Article

Soil property changes after four decades of wastewater irrigation: A landscape perspective

Department of Crop and Soil Sciences, 116 ASI Building, The Pennsylvania State University, University Park, PA 16802, United States
CATENA 01/2008; DOI: 10.1016/j.catena.2007.09.002

ABSTRACT For over 40 years, The Pennsylvania State University (PSU) has irrigated its wastewater onto both cropped and forested lands. Despite local weather conditions, approximately 50 mm/week of wastewater have been spray-irrigated onto the land since 1962. This irrigation, combined with the natural precipitation, amounts to approximately 3550 mm of water per year. The objective of this study was to investigate the morphological and functional changes in soils of this area as a result of this significantly-increased water load. The research area has a karst geology and is dominated by rolling hills with many small depressions that act as sinks for water and sediments. Together with six soil trenches, 47 soil cores were taken across a 6.5-ha field. Previous studies conducted at this site provided a reference for interpreting the changes in soil properties over time.
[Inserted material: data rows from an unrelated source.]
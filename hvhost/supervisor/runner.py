"""Walks through a program: which segment comes next, when a hold's clock runs, what follows an arc pause.

The runner decides nothing about safety.  It is told what the MCU reports (segments started, the queue run dry, pauses)
and what was measured, in ticks, and answers with segments to queue and notes of what happened.  Time is the MCU's
tick alone, so a host that stalls or a clock that jumps moves no step.
"""

from collections import deque
from dataclasses import dataclass, replace
from enum import StrEnum

from hvhost.bench.model import Bench
from hvhost.plan.compiler import segments_for
from hvhost.plan.program import (
    HOLD_START,
    RAMP_START,
    HoldClock,
    HoldStep,
    Program,
    RampStep,
    RestStep,
    SegmentTarget,
    Step,
    WhenOut,
)


class Doing(StrEnum):
    """What the runner is at."""

    WAITING = "waiting"  # not energised yet; the first segments may be queued
    RAMPING = "ramp"
    HOLDING = "hold"
    RETREATING = "retreat"
    RESTING = "rest"
    PAUSED = "pausing"
    DONE = "done"


class What(StrEnum):
    """Kinds of notes."""

    STEP_BEGUN = "step begun"
    STEP_ENDED = "step ended"
    CLOCK_STARTED = "clock started"
    CLOCK_RESTARTED = "clock restarted"
    READING = "reading"
    RETREAT = "retreat"
    FINISHED = "finished"
    FAILED = "failed"


@dataclass(frozen=True, slots=True, kw_only=True)
class Note:
    """One thing that happened in the program, at a tick; volts and amps are oriented means where they apply."""

    what: What
    tick: int
    index: int = 0
    step: Step | None = None
    text: str = ""
    volts: float = 0.0
    amps: float = 0.0
    reading_s: float = 0.0


@dataclass(frozen=True, slots=True, kw_only=True)
class Order:
    """A segment to queue; ``arc`` only on the first one after a pause."""

    target: SegmentTarget
    arc: int | None = None


@dataclass(frozen=True, slots=True, kw_only=True)
class Measured:
    """One block as the runner needs it: where it lies in time, and its sums in SI."""

    index: int
    tick: int
    ticks: int  # that the block spans
    pairs: int
    volts: float  # mean
    amps: float  # mean
    volts_max: float


DIRECT_PIECE_S = 0.25  # a direct run's ramps are queued in pieces this long, so that a new set-point soon acts
DIRECT_AHEAD = 2  # pieces queued ahead
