"""Disruptive discharges of a run: where, at what voltage, who saw them, how fast the output was stopped.

V and I cannot tell puncture, flashover over a surface and sparkover of a gap apart, so the kind is what somebody who
looked has entered, and 'kind not inspected' until then.
"""

from dataclasses import dataclass, replace

import numpy as np

from hvhost.measure.uncertainty import Value, scale_u
from hvhost.record.data import RunData
from hvhost.record.entries import Json
from hvhost.wire.frames import McuEvent
from hvhost.wire.vocabulary import Cause, EventKind, HostRule

BEFORE, AFTER = 12, 4  # rows around the deciding sample in which the fall is looked for
LEVEL_ROWS = 5  # the voltage before the fall is the median of these
FALL_PART = 0.1  # the fall begins at the first row that is this part of it below all before
SAME_S = 0.05  # what two observers report within this is one discharge
NOT_INSPECTED = "kind not inspected"
DISCHARGES = Cause.BREAKDOWN | Cause.ARC_COUNT | Cause.ARC_IN_REST


@dataclass(frozen=True, slots=True, kw_only=True)
class Breakdown:
    """One disruptive discharge; ``to_stop_s`` is the longest time that its stop can have taken, None where none came.

    The discharge began after the last sample that had not fallen; from there to the MCU's stop is an upper bound.
    """

    row: int
    fall_row: int  # the first row below the level
    index: int
    at_s: float  # since the first row
    volts: Value
    seen_by: tuple[str, ...]
    arc: int  # number within the arm, 0 where it latched at once
    to_stop_s: float | None
    kind: str = NOT_INSPECTED


def breakdowns_of(run: RunData) -> tuple[Breakdown, ...]:
    """Return every discharge in order of time, each once, whoever saw it."""
    seen = sorted(_seen(run))
    out: list[Breakdown] = []
    for row, who, arc in seen:
        at_s = float(run.seconds(row, row + 1)[0])
        if out and at_s - out[-1].at_s <= SAME_S:
            last = out[-1]
            out[-1] = replace(last, seen_by=tuple(sorted({*last.seen_by, who})), arc=last.arc or arc)
            continue
        fall_row, volts = voltage_before(run, row)
        out.append(Breakdown(row=row, fall_row=fall_row, index=int(run.index(row, row + 1)[0]), at_s=at_s, volts=volts,
                             seen_by=(who,), arc=arc, to_stop_s=_to_stop(run, fall_row)))
    return tuple(out)


def _seen(run: RunData) -> set[tuple[int, str, int]]:
    """Return (row, who saw it, arc number) of everything that says breakdown."""
    found: set[tuple[int, str, int]] = set()
    if not run.rows:
        return found
    # a host's verdict that made the arc has no arc to merge with; one that came after the MCU's own has
    merged = {event.a for event in run.events if event.kind == EventKind.MERGED}
    judged = {int(note.get("index", 0)) & 0x7FFFFFFF for note in _host_verdicts(run)}
    for event in run.events:
        if event.kind == EventKind.PAUSING:
            if not _only_overcurrent(run, event):
                by = "host" if event.a not in merged and event.b & 0x7FFFFFFF in judged else "MCU"
                found.add((run.row_of(event.b, 31), by, event.a))
        elif event.kind == EventKind.CAUSE and event.a & DISCHARGES:
            found.add((run.row_of(event.b, 31), "MCU", 0))
        elif event.kind == EventKind.CAUSE and event.a == Cause.HOST_RULE and event.b == HostRule.BREAKDOWN:
            found.add((run.row_of_tick(event.tick), "host", 0))
    for note in _host_verdicts(run):
        found.add((run.row_of(int(note.get("index", 0))), "host", 0))
    last = run.rows - 1
    return {(min(row, last), who, arc) for row, who, arc in found}


def _host_verdicts(run: RunData) -> list[Json]:
    return [note for note in run.notes_of("verdict")
            if note.get("rule") == "breakdown" and note.get("severity") in ("trip", "arc")]


def _only_overcurrent(run: RunData, pausing: McuEvent) -> bool:
    """Whether a pause turned out to be an overcurrent without a collapse: that latched, and is no discharge."""
    at_s = run.seconds_of_tick(pausing.tick)
    soon = [e for e in run.events if e.kind == EventKind.CAUSE and 0.0 <= run.seconds_of_tick(e.tick) - at_s <= SAME_S]
    return (any(e.a & Cause.OVERCURRENT for e in soon)
            and not any(e.a & DISCHARGES or (e.a & Cause.HOST_RULE and e.b == HostRule.BREAKDOWN) for e in soon))


def voltage_before(run: RunData, row: int) -> tuple[int, Value]:
    """Return the row at which the fall around a row begins, and the voltage just before it."""
    a, b = max(0, row - BEFORE), min(run.rows, row + AFTER)
    volts = run.volts(a, b)
    highest = np.maximum.accumulate(volts)
    below = highest - volts
    fall = int(np.argmax(below > FALL_PART * below.max())) if below.max() > 0.0 else len(volts)
    level = volts[max(0, fall - LEVEL_ROWS) : fall] if fall else volts[:1]
    value = float(np.median(level))
    scatter = float(level.std(ddof=1)) if len(level) > 1 else 0.0
    return a + fall, Value(value, float(np.hypot(scale_u(run.meta.voltage, value), scatter)))


def _to_stop(run: RunData, fall_row: int) -> float | None:
    last = max(0, fall_row - 1)
    at_s = float(run.seconds(last, last + 1)[0])
    stops = [s - at_s for e in run.events if e.kind in (EventKind.CUT, EventKind.PAUSING)
             and (s := run.seconds_of_tick(e.tick)) >= at_s]
    return min(stops) if stops else None
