import { useEffect, type ReactNode } from 'react';

/** Heading of a page, its name in the browser's tab, and what stands at the right of it. */
export function PageHeader({
  title,
  children,
  hidden = false,
}: {
  title: string;
  /** Views or actions at the right. */
  children?: ReactNode;
  /** For pages whose heading is only read out. */
  hidden?: boolean;
}) {
  useEffect(() => {
    document.title = `${title} · Stubpost`;
  }, [title]);
  if (hidden) return <h1 className="unseen">{title}</h1>;
  return (
    <div className="sp-title">
      <h1>{title}</h1>
      {children}
    </div>
  );
}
Soil morphological properties, including structure, horizonation, and redoximorphic features, were evaluated from the soil cores and in situ soil pits. In addition, soil functional parameters, including saturated hydraulic conductivity (Ksat), bulk density, organic matter content, and soil pH, were evaluated to determine the soil functional changes. Results indicate that the soils have experienced periods of local saturation and soil transport, which are reflected by the distribution of redoximorphic features and A-horizon thickness across the study area. Sample locations were grouped into three landscape positions (summit, midslope, and depression) that exhibited similar soil properties. The depth of the A-horizon was significantly greater in the depressions, while the midslope position had the highest manganese oxide coating percentage, and the summit position had the highest bulk density. This reflects the likely hydrologic path from the summit to the depression. The depression areas had the highest mean surface Ksat (10.2 cm/h), while the summit areas had the lowest mean surface Ksat (1.2 cm/h). Both organic matter content and soil pH have increased considerably since 1971. Overall, although soil properties have changed through the decades of irrigation, the wastewater spray irrigation system remains functional in this area and the soils are still performing reasonably well; however, some concerns about reduced soil functionality need to be addressed from a landscape perspective in order to sustain this system.